The basic idea of Maglev hashing is to assign a preference list of all the lookup table positions to each backend. Then all the backends take turns filling their most-preferred table positions that are still empty, until the lookup table is completely filled in. Hence, Maglev hashing gives an almost equal share of the lookup table to each of the backends. Heterogeneous backend weights can be achieved by altering the relative frequency of the backends’ turns…

Let N be the size of a VIP’s backend pool. A table is constructed with M entries, where M is a prime number and M > 100 * N, which will ensure at most a 1% difference in hash space assigned to backends.

Each backend node is associated with a random permutation of 0..M-1. To construct this random permutation, Google rely on the fact that each backend server has a unique name. Using two different hash functions, an offset and skip value are calculated for the backend:

offset = hash1(name) mod M
skip = hash2(name) mod (M-1) + 1

Suppose M is 7, and for a given backend i offset = 3 and skip = 4. We would generate the random permutation for this backend as follows:

permutation[i][0] = 3
permutation[i][1] = 0   // (3 + 1*4) mod 7
permutation[i][2] = 4  // (3 + 2*4) mod 7
permutation[i][3] = 1   // (3 + 3*4) mod 7
permutation[i][4] = 5  //(3 + 4*4) mod 7
permutation[i][5] = 2  // (3 + 5*4) mod 7
permutation[i][6] = 6  // (3 + 6*4) mod 7  

Once we have permutations for all i backends, we fill in the lookup table M by allowing each backend to pick a slot in turns until all the slots are filled (a bit like captains picking players for a school sports team).

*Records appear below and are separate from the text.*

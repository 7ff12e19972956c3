"""Capability operations."""

from __future__ import annotations

from typing import Any

from ...spc.capability.study import study
from .. import problems
from ..contract import Contract
from ..schemas.capability import (
    MeasurementsAnswer,
    MeasurementsRequest,
    measurements_of,
    specification_of,
)
from ..schemas.common import cautions

TAG = "Capability"


def measurements(loaded: dict[str, Any]) -> dict[str, Any]:
    """Indices of measurements against their specification."""
    found = study(
        measurements_of(loaded),
        specification_of(loaded["specification"]),
        sigma_estimator=loaded.get("sigma_estimator"),
        confidence=loaded["confidence"],
        short_run=loaded["short_run"],
    )
    return {
        "status": found.status,
        "capability": found.capability,
        "machine": found.machine,
        "diagnostics": found.diagnostics,
        "cautions": cautions(found.cautions),
    }


def register(contract: Contract) -> None:
    """Binds the capability operations."""
    contract.tag(TAG, "What a process can hold, against what its specification asks.")
    contract.operation(
        "POST",
        "/v1/capability/measurements",
        operation_id="assessMeasurements",
        tag=TAG,
        summary="Capability of measurements",
        description="Cp, Cpk, Cpu, Cpl from the within-subgroup sigma; Pp, Ppk, Ppu, Ppl from the overall one; Cpm "
        "and Cpmk with a target; Cm and Cmk of a short run; each with its confidence interval, and the expected "
        "and observed nonconforming product. A one-sided specification gives what it can. For normal "
        "characteristics. Sources: kane-1986, bissell-1990, boyles-1991, iso-22514-2.",
        request=MeasurementsRequest(),
        response=MeasurementsAnswer(),
        problems=(problems.NOT_COMPUTABLE,),
        example="capability-measurements",
        provenance="capability-of-measurements",
    )(measurements)
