"""Run lengths of EWMA and CUSUM charts whose in-control mean and sigma are known.

Points are standardised: the plotted statistic (a value, or a subgroup's mean) in units of its own
in-control standard deviation, from its in-control mean. They are independent and normal with mean
``shift`` and standard deviation ``scale``. The run length N counts points up to and with the signal.

All results are by quadrature, not simulation; see :mod:`assignable.spc.runlength.quadrature`.
"""

from __future__ import annotations

import math
from dataclasses import dataclass
from functools import lru_cache
from typing import Literal

import numpy as np
import scipy
from numpy.typing import NDArray

from assignable.spc.errors import SpcError, UnusableParameter
from assignable.spc.runlength.quadrature import Array, Ladder, StoppedChain, gauss_legendre

Sides = Literal["two", "upper", "lower"]

LEVELS = (0.05, 0.25, 0.50, 0.75, 0.95)
LONGEST_ARL = 1e15
SMALLEST_SMOOTHING = 0.005
LARGEST_LIMIT = 7.0
LARGEST_DECISION = 50.0
LARGEST_REFERENCE = 5.0
LARGEST_SHIFT = 10.0
SCALES = (0.5, 4.0)
MOST_POINTS = 1_000_000

# Two solutions on different grids must agree to this before either is returned.
_AGREEMENT = 2e-9
_STEADY_AGREEMENT = 1e-7
_GRIDS = (1.0, 1.35, 1.9, 2.7)
# Time-varying EWMA limits: order of the power series in the distance left from the asymptote. It takes
# over from stepping where its terms, which fall like (L²/2 · left)^m / m!, reach 1e-12 within that order.
_SERIES_ORDER = 14
_AT_ONCE = 32
_SERIES_FROM = (0.2, 1.8)
# One-sided EWMA: the grid ends this many standard deviations below everything the statistic does.
_FLOOR = 8.0


@dataclass(frozen=True, slots=True)
class MemoryRunLength:
    """Run length of a chart with memory.

    ``arl`` and ``sd`` are the mean and standard deviation of the number of points to a signal from
    the stated start (zero state, or the head start given); ``percentiles`` pairs a level with the
    smallest n for which P(N ≤ n) reaches it. ``steady_state_arl`` is the mean number of points from
    the moment the process changes, after a long in-control time without a signal (the conditional,
    or quasi-stationary, law of the statistic); None when two grids do not agree on it to 1e-7 (as for a
    two-sided CUSUM with a reference value near zero, which forgets its start too slowly).
    """

    arl: float
    sd: float
    percentiles: tuple[tuple[float, int], ...]
    method: str
    accuracy: str
    steady_state_arl: float | None


@dataclass(frozen=True, slots=True)
class _Moments:
    """What one grid gives: mean, standard deviation, steady-state mean (None: not asked for)."""

    arl: float
    sd: float
    steady: float | None
    nodes: int


# --- parameters ---------------------------------------------------------------------------------------


def _number(value: float, name: str, low: float, high: float, *, open_low: bool = False) -> float:
    number = float(value)
    if not (low <= number <= high) or (open_low and number == low):
        bounds = f"greater than {low:g} and at most {high:g}" if open_low else f"from {low:g} to {high:g}"
        raise UnusableParameter.of("out-of-range", f"{name} must be {bounds}; it is {number:.15g}.", name)
    return number


def _beyond_reach(name: str) -> SpcError:
    return UnusableParameter.of(
        "run-length-beyond-reach",
        "The average run length is beyond 1e15 points: in practice this chart never signals here, "
        "and no figure is given.",
        name,
    )


def _unconverged(name: str) -> SpcError:
    return UnusableParameter.of(
        "run-length-not-computed", "The run length did not settle on the finest grid allowed.", name
    )


def _checked_ewma(
    smoothing: float, limit: float, shift: float, scale: float, two_sided: bool, start: float
) -> tuple[float, float, float, float, bool, float]:
    smoothing = _number(smoothing, "smoothing", SMALLEST_SMOOTHING, 1.0)
    limit = _number(limit, "limit", 0.0, LARGEST_LIMIT, open_low=True)
    shift = _number(shift, "shift", -LARGEST_SHIFT, LARGEST_SHIFT)
    scale = _number(scale, "scale", *SCALES)
    start = float(start)
    edge = limit * math.sqrt(smoothing / (2.0 - smoothing))
    if not -edge < start < edge:
        raise UnusableParameter.of(
            "out-of-range",
            f"start must lie strictly between the control limits, −{edge:.6g} and {edge:.6g} in sigma units "
            f"of the points; it is {start:g}.",
            "start",
        )
    return smoothing, limit, shift, scale, bool(two_sided), start


def _checked_cusum(
    reference: float, decision: float, shift: float, scale: float, sides: Sides, head_start: float
) -> tuple[float, float, float, float, Sides, float]:
    reference = _number(reference, "reference", 0.0, LARGEST_REFERENCE)
    decision = _number(decision, "decision", 0.0, LARGEST_DECISION, open_low=True)
    shift = _number(shift, "shift", -LARGEST_SHIFT, LARGEST_SHIFT)
    scale = _number(scale, "scale", *SCALES)
    if sides not in ("two", "upper", "lower"):
        raise UnusableParameter.of("out-of-range", "sides must be two, upper or lower.", "sides")
    head_start = float(head_start)
    if not 0.0 <= head_start < decision:
        raise UnusableParameter.of(
            "out-of-range",
            f"head_start must be at least 0 and below the decision interval {decision:g}; it is "
            f"{head_start:g}.",
            "head_start",
        )
    if sides == "two" and head_start > 0.5 * decision + reference:
        raise UnusableParameter.of(
            "head-start-too-large",
            "With two sides, head_start must be at most half the decision interval plus the reference "
            f"value, here {0.5 * decision + reference:g}: above it the two sides can be near a signal "
            "together, and their run lengths do not combine exactly.",
            "head_start",
        )
    return reference, decision, shift, scale, sides, head_start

When a backend gets to pick a slot, it works through its permutation list, and chooses the first slot in M from that list which is not already taken.

The reason for going to these lengths is the relative stability of the mappings when a backend node is added or removed. Consider what happens if B1 is removed from the lookup table in our previous scenario and we rebuild the lookup table:

We built Maglev to scale out via ECMP and to reliably serve at 10Gbps line rate on each machine, for cost-effective performance with rapidly increasing serving demands. We map connections consistently to the same backends with a combination of connection tracking and Maglev hashing. Running this software system at scale has let us operate our websites effectively for many years, reacting quickly to increased demand and new feature needs.